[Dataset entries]

* * * * * * *

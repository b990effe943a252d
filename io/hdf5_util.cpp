#include "io/hdf5_util.h"

#include <algorithm>
#include <cstring>

#include "io/chunk_compressor.h"

namespace gazemill::h5 {

QuietErrors::QuietErrors() {
  H5Eget_auto2(H5E_DEFAULT, &func_, &data_);
  H5Eset_auto2(H5E_DEFAULT, nullptr, nullptr);
}
QuietErrors::~QuietErrors() { H5Eset_auto2(H5E_DEFAULT, func_, data_); }

void library_start() {
  H5dont_atexit();
  H5::H5Library::dontAtExit();
  H5Eset_auto2(H5E_DEFAULT, nullptr, nullptr);
  H5::Exception::dontPrint();
}

void library_finish() { H5close(); }

namespace {
herr_t innermost(unsigned n, const H5E_error2_t* e, void* out) {
  auto* s = static_cast<std::string*>(out);
  const std::string desc = e->desc ? e->desc : "";
  // The file driver names the system's reason: "... error message = 'No space left on device' ...".
  const auto at = desc.find("error message = '");
  if (at != std::string::npos) {
    const auto start = at + 17;
    *s = desc.substr(start, desc.find('\'', start) - start);
    return 1;  // found: stop walking
  }
  if (n == 0 && s->empty()) *s = desc;
  return 0;
}
}  // namespace

namespace {
// Per thread: the report reads the store on a thread of its own while the
// tables are read on the main one (HDF5 serialises the two itself).
thread_local std::string noted_path;
thread_local const char* noted_purpose = "";
}  // namespace

bool library_serialises_threads() {
  hbool_t yes = 0;
  return H5is_library_threadsafe(&yes) >= 0 && yes;
}

void quiet_this_thread() { H5Eset_auto2(H5E_DEFAULT, nullptr, nullptr); }

void note_file(const std::string& path, const char* purpose) {
  noted_path = path;
  noted_purpose = purpose;
}
std::string last_file() { return noted_path; }
std::string last_file_purpose() { return noted_purpose; }

std::string last_error_reason() {
  std::string out;
  H5Ewalk2(H5E_DEFAULT, H5E_WALK_DOWNWARD, innermost, &out);
  return out;
}

template <> H5::PredType native_type<double>() { return H5::PredType::NATIVE_DOUBLE; }
template <> H5::PredType native_type<float>() { return H5::PredType::NATIVE_FLOAT; }
template <> H5::PredType native_type<std::int64_t>() { return H5::PredType::NATIVE_INT64; }
template <> H5::PredType native_type<std::uint64_t>() { return H5::PredType::NATIVE_UINT64; }
template <> H5::PredType native_type<std::int32_t>() { return H5::PredType::NATIVE_INT32; }
template <> H5::PredType native_type<std::uint32_t>() { return H5::PredType::NATIVE_UINT32; }
template <> H5::PredType native_type<std::uint8_t>() { return H5::PredType::NATIVE_UINT8; }

H5::Group create_group(H5::Group& parent, const std::string& name) {
  H5::PropList gcpl(H5P_GROUP_CREATE);
  H5Pset_obj_track_times(gcpl.getId(), 0);
  hid_t id = H5Gcreate2(parent.getId(), name.c_str(), H5P_DEFAULT, gcpl.getId(), H5P_DEFAULT);
  if (id < 0) throw H5::GroupIException("create_group", "cannot create group " + name);
  // H5::Group(id) takes a reference of its own; without this one's release the
  // group stays open, and so does the file after it is "closed".
  H5::Group g(id);
  H5Idec_ref(id);
  return g;
}

bool exists(const H5::Group& parent, const std::string& path) {
  // Walk component by component: H5Lexists fails on a missing intermediate.
  std::string prefix;
  std::size_t start = 0;
  while (start <= path.size()) {
    const std::size_t slash = path.find('/', start);
    prefix = path.substr(0, slash == std::string::npos ? path.size() : slash);
    if (H5Lexists(parent.getId(), prefix.c_str(), H5P_DEFAULT) <= 0) return false;
    if (slash == std::string::npos) break;
    start = slash + 1;
  }
  return true;
}

H5::Group open_or_create_group(H5::Group& parent, const std::string& name) {
  if (exists(parent, name)) return parent.openGroup(name);
  return create_group(parent, name);
}

// Derived columns (events, cleaning, measures) are deflated at level 1: a
// quarter quicker than level 4 with HDF5's own zlib filter, for a store 0.4 %
// larger (measured on a 10-participant study). They are compressed here by
// the samples' compressor and written as finished chunks: HDF5's zlib at
// dataset close took more than twice as long (profiled on a 10-participant run).
constexpr int kDerivedDeflateLevel = 1;

namespace {
// Rows [0, n) of `data` (elements of `element_size` bytes) as the chunks of a
// dataset whose filters are (shuffle when `shuffle`) then deflate at
// kDerivedDeflateLevel: the bytes HDF5's filters would read back.
void write_whole_chunks(const H5::DataSet& ds, const char* data, hsize_t n, std::size_t element_size, hsize_t chunk_rows, bool shuffle) {
  std::vector<char> last;
  for (hsize_t first = 0; first < n; first += chunk_rows) {
    const hsize_t rows = std::min(chunk_rows, n - first);
    const char* from = data + first * element_size;
    if (rows < chunk_rows) {  // chunks are whole; the padding lies beyond the extent
      last.assign(chunk_rows * element_size, '\0');
      std::memcpy(last.data(), from, rows * element_size);
      from = last.data();
    }
    const std::vector<char> packed =
        shuffle_and_deflate(from, chunk_rows * element_size, shuffle ? element_size : 1, kDerivedDeflateLevel);
    if (H5Dwrite_chunk(ds.getId(), H5P_DEFAULT, 0, &first, packed.size(), packed.data()) < 0) {
      throw H5::DataSetIException("write_whole_chunks", "cannot write a compressed chunk");
    }
  }
}
}  // namespace

H5::DSetCreatPropList chunked_props(hsize_t chunk_rows, int deflate_level) {
  H5::DSetCreatPropList p;
  p.setChunk(1, &chunk_rows);
  p.setShuffle();
  p.setDeflate(deflate_level);
  H5Pset_obj_track_times(p.getId(), 0);
  return p;
}

namespace {
H5::Attribute fresh_attr(H5::H5Object& obj, const std::string& name, const H5::DataType& type,
                         const H5::DataSpace& space) {
  if (obj.attrExists(name)) obj.removeAttr(name);
  return obj.createAttribute(name, type, space);
}
H5::StrType utf8_string() {
  H5::StrType t(H5::PredType::C_S1, H5T_VARIABLE);
  t.setCset(H5T_CSET_UTF8);
  return t;
}
}  // namespace

void set_attr(H5::H5Object& obj, const std::string& name, const std::string& value) {
  const H5::StrType t = utf8_string();
  H5::Attribute a = fresh_attr(obj, name, t, H5::DataSpace(H5S_SCALAR));
  const char* p = value.c_str();
  a.write(t, &p);
}
void set_attr(H5::H5Object& obj, const std::string& name, double value) {
  fresh_attr(obj, name, H5::PredType::NATIVE_DOUBLE, H5::DataSpace(H5S_SCALAR)).write(H5::PredType::NATIVE_DOUBLE, &value);
}
void set_attr(H5::H5Object& obj, const std::string& name, std::int64_t value) {
  fresh_attr(obj, name, H5::PredType::NATIVE_INT64, H5::DataSpace(H5S_SCALAR)).write(H5::PredType::NATIVE_INT64, &value);
}
void set_attr(H5::H5Object& obj, const std::string& name, std::uint64_t value) {
  fresh_attr(obj, name, H5::PredType::NATIVE_UINT64, H5::DataSpace(H5S_SCALAR)).write(H5::PredType::NATIVE_UINT64, &value);
}

bool has_attr(const H5::H5Object& obj, const std::string& name) { return obj.attrExists(name); }

std::string get_string_attr(const H5::H5Object& obj, const std::string& name) {
  H5::Attribute a = obj.openAttribute(name);
  std::string out;
  a.read(a.getStrType(), out);
  return out;
}
double get_double_attr(const H5::H5Object& obj, const std::string& name) {
  double v = 0;
  obj.openAttribute(name).read(H5::PredType::NATIVE_DOUBLE, &v);
  return v;
}
std::int64_t get_int_attr(const H5::H5Object& obj, const std::string& name) {
  std::int64_t v = 0;
  obj.openAttribute(name).read(H5::PredType::NATIVE_INT64, &v);
  return v;
}

template <typename T>
void write_column(H5::Group& group, const std::string& name, const std::vector<T>& values, const std::string& unit) {
  const hsize_t n = values.size();
  const hsize_t maxdims = H5S_UNLIMITED;
  H5::DataSpace space(1, &n, &maxdims);
  const hsize_t chunk = std::clamp<hsize_t>(n, 1, 1 << 16);
  H5::DataSet ds = group.createDataSet(name, native_type<T>(), space, chunked_props(chunk, kDerivedDeflateLevel));
  write_whole_chunks(ds, reinterpret_cast<const char*>(values.data()), n, sizeof(T), chunk, true);
  if (!unit.empty()) set_attr(ds, "unit", unit);
}

// A type-conversion buffer sized to the strings: by default HDF5 zero-fills
// 1 MiB for every read or write that converts (a third of an ingest's page
// faults once, and of `export`'s instructions).
H5::DSetMemXferPropList small_conversion_buffer(hsize_t n) {
  H5::DSetMemXferPropList xfer;
  const std::size_t bytes = std::max<std::size_t>(4096, static_cast<std::size_t>(n) * 32);
  H5Pset_buffer(xfer.getId(), std::min<std::size_t>(bytes, std::size_t{1} << 20), nullptr, nullptr);
  return xfer;
}

void write_strings(H5::Group& group, const std::string& name, const std::vector<std::string>& values) {
  const hsize_t n = values.size();
  const hsize_t maxdims = H5S_UNLIMITED;
  H5::DataSpace space(1, &n, &maxdims);
  const hsize_t chunk = std::clamp<hsize_t>(n, 1, 1 << 12);
  H5::DSetCreatPropList p;
  p.setChunk(1, &chunk);
  p.setDeflate(kDerivedDeflateLevel);
  H5Pset_obj_track_times(p.getId(), 0);
  // Fixed-length (null-padded) when the longest value is not far beyond the
  // rest: read back with one copy, where variable-length strings cost a heap
  // lookup each (most of what reading a store's tables took). Columns with
  // a few long values (message texts) stay variable-length.
  std::size_t longest = 1, total = 0;
  for (const auto& v : values) {
    longest = std::max(longest, v.size());
    total += v.size();
  }
  if (static_cast<std::size_t>(n) * longest <= 8 * total + (std::size_t{1} << 16)) {
    H5::StrType t(H5::PredType::C_S1, longest);
    t.setCset(H5T_CSET_UTF8);
    t.setStrpad(H5T_STR_NULLPAD);
    H5::DataSet ds = group.createDataSet(name, t, space, p);
    std::vector<char> packed(static_cast<std::size_t>(n) * longest, '\0');
    for (std::size_t i = 0; i < values.size(); ++i) std::memcpy(packed.data() + i * longest, values[i].data(), values[i].size());
    write_whole_chunks(ds, packed.data(), n, longest, chunk, false);
    return;
  }
  const H5::StrType t = utf8_string();
  H5::DataSet ds = group.createDataSet(name, t, space, p);
  std::vector<const char*> ptrs;
  ptrs.reserve(values.size());
  for (const auto& v : values) ptrs.push_back(v.c_str());
  if (n > 0) ds.write(ptrs.data(), t, H5::DataSpace::ALL, H5::DataSpace::ALL, small_conversion_buffer(n));
}

namespace {
// A whole 1-D dataset whose chunks are (shuffle, then) deflate, as this
// program writes them: its chunks read as stored and inflated here (ISA-L),
// several times quicker than through HDF5's zlib filter. False, with nothing
// promised about `out`, for any other layout, filters or file type, and for
// a chunk stored without its filters; the caller then reads through HDF5.
bool read_whole_chunks(const H5::DataSet& ds, const H5::DataType& memory_type, char* out, hsize_t n, std::size_t element_size) {
  const hid_t id = ds.getId();
  const hid_t file_type = H5Dget_type(id);
  const bool same_type = file_type >= 0 && H5Tequal(file_type, memory_type.getId()) > 0 && H5Tget_size(file_type) == element_size;
  if (file_type >= 0) H5Tclose(file_type);
  if (!same_type) return false;
  const hid_t dcpl = H5Dget_create_plist(id);
  if (dcpl < 0) return false;
  hsize_t chunk_rows = 0;
  bool ok = H5Pget_layout(dcpl) == H5D_CHUNKED && H5Pget_chunk(dcpl, 1, &chunk_rows) == 1 && chunk_rows > 0;
  bool shuffle = false;
  const int filters = ok ? H5Pget_nfilters(dcpl) : -1;
  if (filters == 2 || filters == 1) {
    unsigned flags = 0;
    std::size_t nelmts = 0;
    unsigned values[8];
    const H5Z_filter_t first = H5Pget_filter2(dcpl, 0, &flags, &nelmts, values, 0, nullptr, nullptr);
    nelmts = 0;
    const H5Z_filter_t second = filters == 2 ? H5Pget_filter2(dcpl, 1, &flags, &nelmts, values, 0, nullptr, nullptr) : H5Z_FILTER_NONE;
    shuffle = filters == 2;
    ok = ok && (filters == 2 ? first == H5Z_FILTER_SHUFFLE && second == H5Z_FILTER_DEFLATE : first == H5Z_FILTER_DEFLATE);
  } else {
    ok = false;
  }
  H5Pclose(dcpl);
  if (!ok) return false;
  const std::size_t whole = static_cast<std::size_t>(chunk_rows) * element_size;
  std::vector<char> stored, last;
  for (hsize_t first = 0; first < n; first += chunk_rows) {
    hsize_t bytes = 0;
    if (H5Dget_chunk_storage_size(id, &first, &bytes) < 0 || bytes == 0) return false;  // unwritten: fill values
    if (bytes > whole + whole / 8 + 4096) return false;  // more than deflate can make of a chunk: damaged; HDF5 says so
    stored.resize(static_cast<std::size_t>(bytes));
    uint32_t mask = 0;
    if (H5Dread_chunk(id, H5P_DEFAULT, &first, &mask, stored.data()) < 0 || mask != 0) return false;
    const hsize_t rows = std::min(chunk_rows, n - first);
    char* to = out + first * element_size;
    if (rows < chunk_rows) {  // the last chunk: whole in the file, partly beyond the extent
      last.resize(whole);
      to = last.data();
    }
    if (!inflate_and_unshuffle(stored.data(), stored.size(), to, whole, shuffle ? element_size : 1)) return false;
    if (rows < chunk_rows) std::memcpy(out + first * element_size, last.data(), rows * element_size);
  }
  return true;
}
}  // namespace

template <typename T>
std::vector<T> read_column(const H5::Group& group, const std::string& name) {
  H5::DataSet ds = group.openDataSet(name);
  hsize_t n = 0;
  ds.getSpace().getSimpleExtentDims(&n);
  std::vector<T> out(n);
  if (n > 0 && !read_whole_chunks(ds, native_type<T>(), reinterpret_cast<char*>(out.data()), n, sizeof(T))) {
    ds.read(out.data(), native_type<T>());
  }
  return out;
}

template <typename T>
std::vector<T> read_column_range(const H5::Group& group, const std::string& name, hsize_t first, hsize_t count) {
  H5::DataSet ds = group.openDataSet(name);
  H5::DataSpace file_space = ds.getSpace();
  std::vector<T> out(count);
  if (count == 0) return out;
  file_space.selectHyperslab(H5S_SELECT_SET, &count, &first);
  H5::DataSpace mem_space(1, &count);
  ds.read(out.data(), native_type<T>(), mem_space, file_space);
  return out;
}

* * * * * * *

Filter the lines above so that only those with the string "whose" remain, then copy them.

EXERCISE SOLUTION:
// dataset whose filters are (shuffle when `shuffle`) then deflate at
// A whole 1-D dataset whose chunks are (shuffle, then) deflate, as this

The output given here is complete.